De olho nas ofertas: cinco cuidados essenciais que o consumidor deve ter na Black Friday

Especialista em Direito do Consumidor orienta sobre "maquiagem de preços" e reforça os direitos inegociáveis do cliente

Matheus Freire
Em meio à Black Friday, especialistas alertam para a importância de investigar preços e analisar ofertas com cuidado. Foto: Freepik

A Black Friday é sinônimo de grandes descontos, mas também de problemas como “maquiagem de preços”, golpes e atrasos na entrega. Para garantir que as compras sejam vantajosas e seguras, o advogado Bruno Barbosa, especialista em Direito do Consumidor e docente da UNAMA Santarém, destaca o principal erro do cliente e lista cinco direitos inegociáveis previstos no Código de Defesa do Consumidor (CDC).

Segundo Bruno Barbosa, o principal erro do consumidor é se deixar levar pelo princípio da escassez, explorado por lojas e plataformas digitais. “Quando o site exibe avisos como ‘restam apenas duas unidades’ ou ‘promoção válida por poucos minutos’, cria-se a impressão de que a oportunidade é única e pode desaparecer a qualquer segundo. Muitas vezes, esse alerta é automático, renovado em loop ou nem corresponde ao estoque real. O objetivo é acelerar a compra, diminuindo a atenção e abrindo espaço para golpes e frustrações”, explica o advogado.

Esse gatilho psicológico leva à compra por impulso. Ou seja o consumidor não compare preços nem verifica a reputação da loja ou avalia se o desconto é, de fato, vantajoso.
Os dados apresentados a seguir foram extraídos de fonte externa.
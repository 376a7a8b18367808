"""A synthetic closed-cell foam: Voronoi cells with walls (invented data, for the demo and
benchmarks only)."""

from __future__ import annotations

from collections.abc import Sequence

import numpy as np

from .. import _checks
from .._errors import ParameterError
from ._common import (
    Scene,
    border_labels,
    check_count,
    check_imaging,
    check_range,
    check_shape,
    physical_grid,
    render,
    seed_cells,
    split_components,
)
from ._voronoi import pair_half_thickness, voronoi_walls

__all__ = ["foam"]

#: Minimum seed distance as a fraction of the mean seed distance (keeps cells from being tiny).
_MIN_DISTANCE = 0.7


def foam(shape: Sequence[int] = (96, 96, 96), *, cells: int = 60, wall_thickness: float = 2.5,
         thickness_spread: float = 0.0, noise: float = 0.1, ramp: float = 1.0,
         walls: str = "bright", broken_walls: int = 0, blur: float = 1.0,
         spacing: Sequence[float] | None = None, seed: int = 0) -> Scene:
    """Make a synthetic closed-cell foam filling the whole scan (invented data).

    Seeds are scattered at random with a minimum distance (0.7 of the mean seed distance),
    in the scan and in a thin margin around it, so the foam continues past the scan border and
    the cells there are cut the way a scan cuts them. Each voxel belongs to its nearest seed
    (in physical units); a voxel is wall when its distance to the bisector between its seed
    and one of the next-nearest seeds is below half the wall thickness. ``broken_walls``
    walls between two cells away from the border get a round hole (radius twice the wall
    thickness), so those two cells are one chamber in ``truth``.

    For the demo and for benchmarks only: the geometry is invented, not a model of any
    real material.

    Parameters
    ----------
    shape : sequence of int
        ``(z, y, x)``; 2D shapes ``(y, x)`` give a 2D foam (a cut through one).
    cells : int
        Number of seeds, in the scan and a thin margin around it (half the minimum seed
        distance); ``truth`` holds the cells that reach into the scan (nearly always all),
        less one per broken wall.
    wall_thickness : float
        Wall thickness in voxels of the coarsest axis (physical thickness
        ``wall_thickness * max(spacing)``), so every wall is at least this many voxels thick
        along every axis. Walls thinner than ``sqrt(ndim)`` voxels may let two chambers
        touch diagonally; 2–3 keeps them apart with any connectivity.
    thickness_spread : float
        Each wall's thickness is ``wall_thickness`` times a factor drawn uniformly in
        ``[1 - thickness_spread, 1 + thickness_spread]``, in [0, 0.9].
    noise : float
        Standard deviation of the added Gaussian noise, as a fraction of the wall-to-interior
        contrast (1); 0.3 is a hard case.
    ramp : float
        Illumination gain rising linearly from 1 at the first corner to ``ramp`` at the
        opposite one.
    walls : {"bright", "dark"}
        Bright walls on a dark background (default) or the inverse.
    broken_walls : int
        Number of walls with a hole; each merges two cells into one chamber.
    blur : float
        Gaussian blur, standard deviation in voxels.
    spacing : sequence of float, optional
        Voxel size in µm, same order as ``shape``; 1.0 per axis by default.
    seed : int
        Seed of the random generator; the same seed gives the same scene.

    Returns
    -------
    Scene
        Image (float32), truth (int32), spacing, border-cut labels, description, params.

    Notes
    -----
    The image is made in this order: partial-volume walls (1) on 0 → blur → polarity →
    illumination → Gaussian noise. Cost: one k-nearest query per voxel (``cKDTree``).

    Examples
    --------
    >>> scene = foam((32, 32, 32), cells=8, seed=1)
    >>> scene.image.dtype, scene.truth.dtype, scene.truth.shape
    (dtype('float32'), dtype('int32'), (32, 32, 32))
    >>> fewer = foam((32, 32, 32), cells=8, seed=1, broken_walls=1)
    >>> scene.n_labels - fewer.n_labels
    1
    """
    params = dict(generator="foam", shape=shape, cells=cells, wall_thickness=wall_thickness,
                  thickness_spread=thickness_spread, noise=noise, ramp=ramp, walls=walls,
                  broken_walls=broken_walls, blur=blur, spacing=spacing, seed=seed)
    shape = check_shape(shape, len(tuple(np.ravel(shape))))
    if len(shape) not in (2, 3):
        raise ParameterError(f"shape must be 2D or 3D; got {shape}.")
    ndim = len(shape)
    spacing = _checks.spacing((1.0,) * ndim if spacing is None else spacing, ndim)
    cells = check_count("cells", cells, 2)
    check_range("wall_thickness", wall_thickness, 0.5, 20.0)
    check_range("thickness_spread", thickness_spread, 0.0, 0.9)
    check_imaging(noise=noise, ramp=ramp, blur=blur, walls=walls)
    broken_walls = check_count("broken_walls", broken_walls)
    rng = np.random.default_rng(seed)

    step = max(spacing)
    extent = np.array(shape) * np.array(spacing)
    seeds, _ = seed_cells(rng, cells, extent, _MIN_DISTANCE)
    half = pair_half_thickness(rng, len(seeds), wall_thickness * step, thickness_spread)

    points = physical_grid(shape, spacing)
    vw = voronoi_walls(points, seeds, half, step)
    seed_label = np.arange(len(seeds))
    if broken_walls:
        seed_label = _break_walls(rng, vw, points, shape, spacing, len(seeds), broken_walls,
                                  thickness=wall_thickness * step)
    truth = np.where(vw.wall, 0, seed_label[vw.nearest] + 1).reshape(shape)
    truth = split_components(truth)
    image = render(vw.clean.reshape(shape), rng, blur=blur, walls=walls, ramp=ramp,
                   noise=noise)
    cut = border_labels(truth)
    description = (
        f"Synthetic closed-cell foam (invented data, for the demo and benchmarks only): "
        f"{truth.max()} chambers in a {'x'.join(map(str, shape))} scan at spacing "
        f"{spacing} µm, {len(cut)} of them cut by the scan border; Voronoi cells of "
        f"{len(seeds)} seeds with walls {wall_thickness} voxels thick"
        f"{f' (±{thickness_spread:.0%})' if thickness_spread else ''}, {broken_walls} "
        f"broken wall(s) merging two cells each; {walls} walls, blur σ={blur} voxels, "
        f"illumination ×1→×{ramp}, Gaussian noise σ={noise} of the wall contrast."
    )
    return Scene(image=image, truth=truth, spacing=spacing, border_labels=cut,
                 description=description, params=params)


def _break_walls(rng: np.random.Generator, vw, points: np.ndarray, shape: tuple[int, ...],
                 spacing: tuple[float, ...], n_seeds: int, count: int, *,
                 thickness: float) -> np.ndarray:
    """Punch a round hole (radius twice the wall thickness) in ``count`` walls between cells
    that do not touch the border (border cells only when there are too few others), each
    cell in at most one broken wall, each wall at least twice as wide as the hole.

    Edits ``vw.clean`` and ``vw.wall`` in place; returns the seed → label map that merges
    the two cells of each broken wall.
    """
    grid_nearest = vw.nearest.reshape(shape)
    on_border = np.zeros(n_seeds, bool)
    for axis in range(len(shape)):
        for end in (0, -1):
            on_border[np.take(grid_nearest, end, axis=axis).ravel()] = True
    a = np.minimum(vw.nearest, vw.other)[vw.wall]
    b = np.maximum(vw.nearest, vw.other)[vw.wall]
    keys, sizes = np.unique(a * n_seeds + b, return_counts=True)
    radius = 2.0 * thickness
    face = sizes * np.prod(spacing) / thickness  # area (3D) or length (2D) of each wall
    keys = keys[face >= (2.0 * np.pi * radius**2 if len(shape) == 3 else 3.0 * radius)]
    inner = ~on_border[keys // n_seeds] & ~on_border[keys % n_seeds]
    order = np.concatenate([rng.permutation(keys[inner]), rng.permutation(keys[~inner])])
    used = np.zeros(n_seeds, bool)
    chosen = []
    for key in order:
        i, j = divmod(int(key), n_seeds)
        if not used[i] and not used[j]:
            used[[i, j]] = True
            chosen.append((i, j))
            if len(chosen) == count:
                break
    if len(chosen) < count:
        raise ParameterError(
            f"broken_walls={count} is too many: only {len(chosen)} wall(s) of this foam can be "
            f"broken (each cell in at most one broken wall, walls wide enough for the hole); "
            f"lower broken_walls or add cells."
        )
    seed_label = np.arange(n_seeds)
    pair_a = np.minimum(vw.nearest, vw.other)
    pair_b = np.maximum(vw.nearest, vw.other)
    for i, j in chosen:
        in_pair = np.flatnonzero((pair_a == i) & (pair_b == j))
        wall = in_pair[vw.wall[in_pair]]
        centroid = points[wall].mean(axis=0)
        centre = points[wall[np.argmin(np.sum((points[wall] - centroid) ** 2, axis=1))]]
        hole = in_pair[np.sum((points[in_pair] - centre) ** 2, axis=1) < radius**2]
        vw.clean[hole] = 0.0
        vw.wall[hole] = False
        seed_label[j] = i
    return seed_label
Para evitar a famosa maquiagem de preços ou tudo pela metade do dobro, o advogado aconselha acompanhar o valor real do produto antes da Black Friday. “Uma ferramenta bastante confiável para isso é o Zoom, pois mostra o histórico de praticamente qualquer item. Mas também há também outras opções. O importante é não confiar apenas no rótulo de promoção”, orienta Barbosa, que lista cinco pontos essenciais para o consumidor checar antes de fazer uma compra.

  1. Reputação da loja e confiabilidade
    Antes de finalizar a compra, o consumidor deve verificar a reputação da loja e checar o CNPJ, assim como o endereço físico e a existência de canais de atendimento reais. “Uma empresa confiável sempre deixa rastros verificáveis”, afirma.
  2. Prazo de entrega e extravio
    Se o prazo de entrega não for cumprido, o consumidor tem direito a: exigir o cumprimento forçado da oferta, aceitar outro produto equivalente ou cancelar a compra com restituição integral, incluindo frete. “Caso o produto seja extraviado, a responsabilidade é totalmente do fornecedor”, garante.
  3. Falta de estoque
    Quando a loja anuncia um produto, essa oferta se torna uma obrigação, conforme o artigo 30 do CDC. Se o item estiver esgotado, o consumidor pode – pelo artigo 35 – exigir o cumprimento, aceitar outro produto equivalente ou cancelar a compra com reembolso total.

O cliente não é obrigado a aceitar substituição. “Vender algo sem estoque é prática abusiva e pode configurar publicidade enganosa, proibida pelo art. 37 do CDC”, ressalta o especialista.

  1. Direito de arrependimento
    O direito de arrependimento, previsto no artigo 49 do CDC, garante ao cliente sete dias para desistir da compra quando ela ocorre fora do estabelecimento comercial (sites, aplicativos, WhatsApp, ligações). Esse prazo vale integralmente na Black Friday e independe de justificativa.

Ao exercer o direito, a loja deve reembolsar tudo, inclusive o frete, sem cobrar qualquer taxa. “Toda a operação de devolução é responsabilidade do fornecedor, conforme entendimento pacífico dos Procons e do próprio CDC”, explica o advogado.

  1. Garantia legal
    A Black Friday não altera a garantia legal, que continua valendo: 90 dias para produtos duráveis e 30 para não duráveis (arts. 24, 26 e 18 do CDC). Se o produto apresentar defeito, a loja tem até 30 dias para consertar. Caso não resolva, o consumidor pode exigir troca, devolução do valor ou abatimento proporcional.

A garantia para vícios ocultos começa a contar a partir do momento em que o defeito se torna perceptível, não da data da compra. “Promoção não elimina garantia”, comenta.

Canais de reclamação
Em caso de descumprimento da oferta ou problemas, o consumidor pode registrar reclamação diretamente com a loja, nos Procons, na plataforma consumidor.gov.br ou ingressar com ação no Juizado Especial Cível, munido das provas da compra. “A Black Friday é uma grande oportunidade, desde que o consumidor compre com cautela. Informar-se, comparar preços e desconfiar de ofertas boas demais são as melhores defesas contra fraudes. Promoção de verdade não exige pressa, exige atenção”, conclui o advogado.